Search the entries for the word "secret" and copy each line that has it.

========================================================================

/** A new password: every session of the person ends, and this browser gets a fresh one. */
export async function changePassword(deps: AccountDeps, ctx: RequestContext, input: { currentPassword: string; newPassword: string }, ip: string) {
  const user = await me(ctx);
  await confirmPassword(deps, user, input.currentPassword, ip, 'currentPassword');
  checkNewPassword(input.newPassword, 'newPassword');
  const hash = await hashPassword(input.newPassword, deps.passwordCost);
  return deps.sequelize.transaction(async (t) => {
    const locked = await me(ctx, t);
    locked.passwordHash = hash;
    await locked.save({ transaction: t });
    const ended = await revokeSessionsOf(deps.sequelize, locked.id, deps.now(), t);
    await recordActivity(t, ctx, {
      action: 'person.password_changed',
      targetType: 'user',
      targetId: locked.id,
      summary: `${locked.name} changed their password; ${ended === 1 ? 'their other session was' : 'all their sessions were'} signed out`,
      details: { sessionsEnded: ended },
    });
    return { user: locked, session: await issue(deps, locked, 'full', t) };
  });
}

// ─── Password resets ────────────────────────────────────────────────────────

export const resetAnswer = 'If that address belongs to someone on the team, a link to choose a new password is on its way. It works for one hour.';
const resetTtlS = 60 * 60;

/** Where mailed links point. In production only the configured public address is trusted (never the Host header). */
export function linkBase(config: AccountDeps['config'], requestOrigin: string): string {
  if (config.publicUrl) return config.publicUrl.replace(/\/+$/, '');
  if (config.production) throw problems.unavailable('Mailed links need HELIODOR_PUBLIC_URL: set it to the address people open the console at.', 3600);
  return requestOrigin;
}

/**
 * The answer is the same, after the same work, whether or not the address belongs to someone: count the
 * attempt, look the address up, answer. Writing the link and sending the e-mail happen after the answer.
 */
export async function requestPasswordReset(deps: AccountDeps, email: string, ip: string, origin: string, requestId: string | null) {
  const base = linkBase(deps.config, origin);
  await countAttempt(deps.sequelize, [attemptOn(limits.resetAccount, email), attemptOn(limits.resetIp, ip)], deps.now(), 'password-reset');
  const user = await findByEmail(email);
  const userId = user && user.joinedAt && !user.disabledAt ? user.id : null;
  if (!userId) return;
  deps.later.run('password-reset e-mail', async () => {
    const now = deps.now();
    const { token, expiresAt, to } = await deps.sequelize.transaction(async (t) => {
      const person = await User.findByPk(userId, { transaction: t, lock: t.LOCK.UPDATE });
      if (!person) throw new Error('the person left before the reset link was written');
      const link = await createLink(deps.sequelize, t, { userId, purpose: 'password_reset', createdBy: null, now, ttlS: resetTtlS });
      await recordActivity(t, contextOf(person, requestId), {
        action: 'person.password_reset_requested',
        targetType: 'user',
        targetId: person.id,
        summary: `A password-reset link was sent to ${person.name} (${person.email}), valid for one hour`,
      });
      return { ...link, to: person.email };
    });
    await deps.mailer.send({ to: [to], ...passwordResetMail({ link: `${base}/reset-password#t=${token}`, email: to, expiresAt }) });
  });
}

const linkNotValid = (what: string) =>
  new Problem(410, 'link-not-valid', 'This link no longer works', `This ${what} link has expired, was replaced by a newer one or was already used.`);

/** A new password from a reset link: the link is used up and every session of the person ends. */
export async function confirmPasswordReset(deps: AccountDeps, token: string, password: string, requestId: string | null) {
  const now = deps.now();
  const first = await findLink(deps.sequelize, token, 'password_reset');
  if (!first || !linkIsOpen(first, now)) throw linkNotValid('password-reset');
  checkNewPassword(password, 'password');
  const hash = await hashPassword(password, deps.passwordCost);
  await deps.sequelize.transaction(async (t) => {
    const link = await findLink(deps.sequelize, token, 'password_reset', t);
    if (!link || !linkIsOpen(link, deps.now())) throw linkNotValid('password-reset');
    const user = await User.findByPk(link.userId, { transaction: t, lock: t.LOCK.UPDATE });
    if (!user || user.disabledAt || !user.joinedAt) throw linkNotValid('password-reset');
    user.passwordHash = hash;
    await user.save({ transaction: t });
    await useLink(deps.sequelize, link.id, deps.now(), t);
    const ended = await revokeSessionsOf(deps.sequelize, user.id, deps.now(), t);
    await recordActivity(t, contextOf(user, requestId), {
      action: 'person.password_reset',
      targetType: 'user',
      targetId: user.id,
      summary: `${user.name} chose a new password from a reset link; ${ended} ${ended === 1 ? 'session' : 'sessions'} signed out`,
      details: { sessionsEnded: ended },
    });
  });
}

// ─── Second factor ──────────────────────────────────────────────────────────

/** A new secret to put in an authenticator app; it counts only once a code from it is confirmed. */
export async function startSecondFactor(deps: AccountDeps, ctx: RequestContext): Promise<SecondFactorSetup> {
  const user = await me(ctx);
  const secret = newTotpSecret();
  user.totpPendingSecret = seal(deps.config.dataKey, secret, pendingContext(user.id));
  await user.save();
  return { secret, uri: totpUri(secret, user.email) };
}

========================================================================

_ANSWER TO THE EXERCISE_
/** A new secret to put in an authenticator app; it counts only once a code from it is confirmed. */
  const secret = newTotpSecret();
  user.totpPendingSecret = seal(deps.config.dataKey, secret, pendingContext(user.id));
  return { secret, uri: totpUri(secret, user.email) };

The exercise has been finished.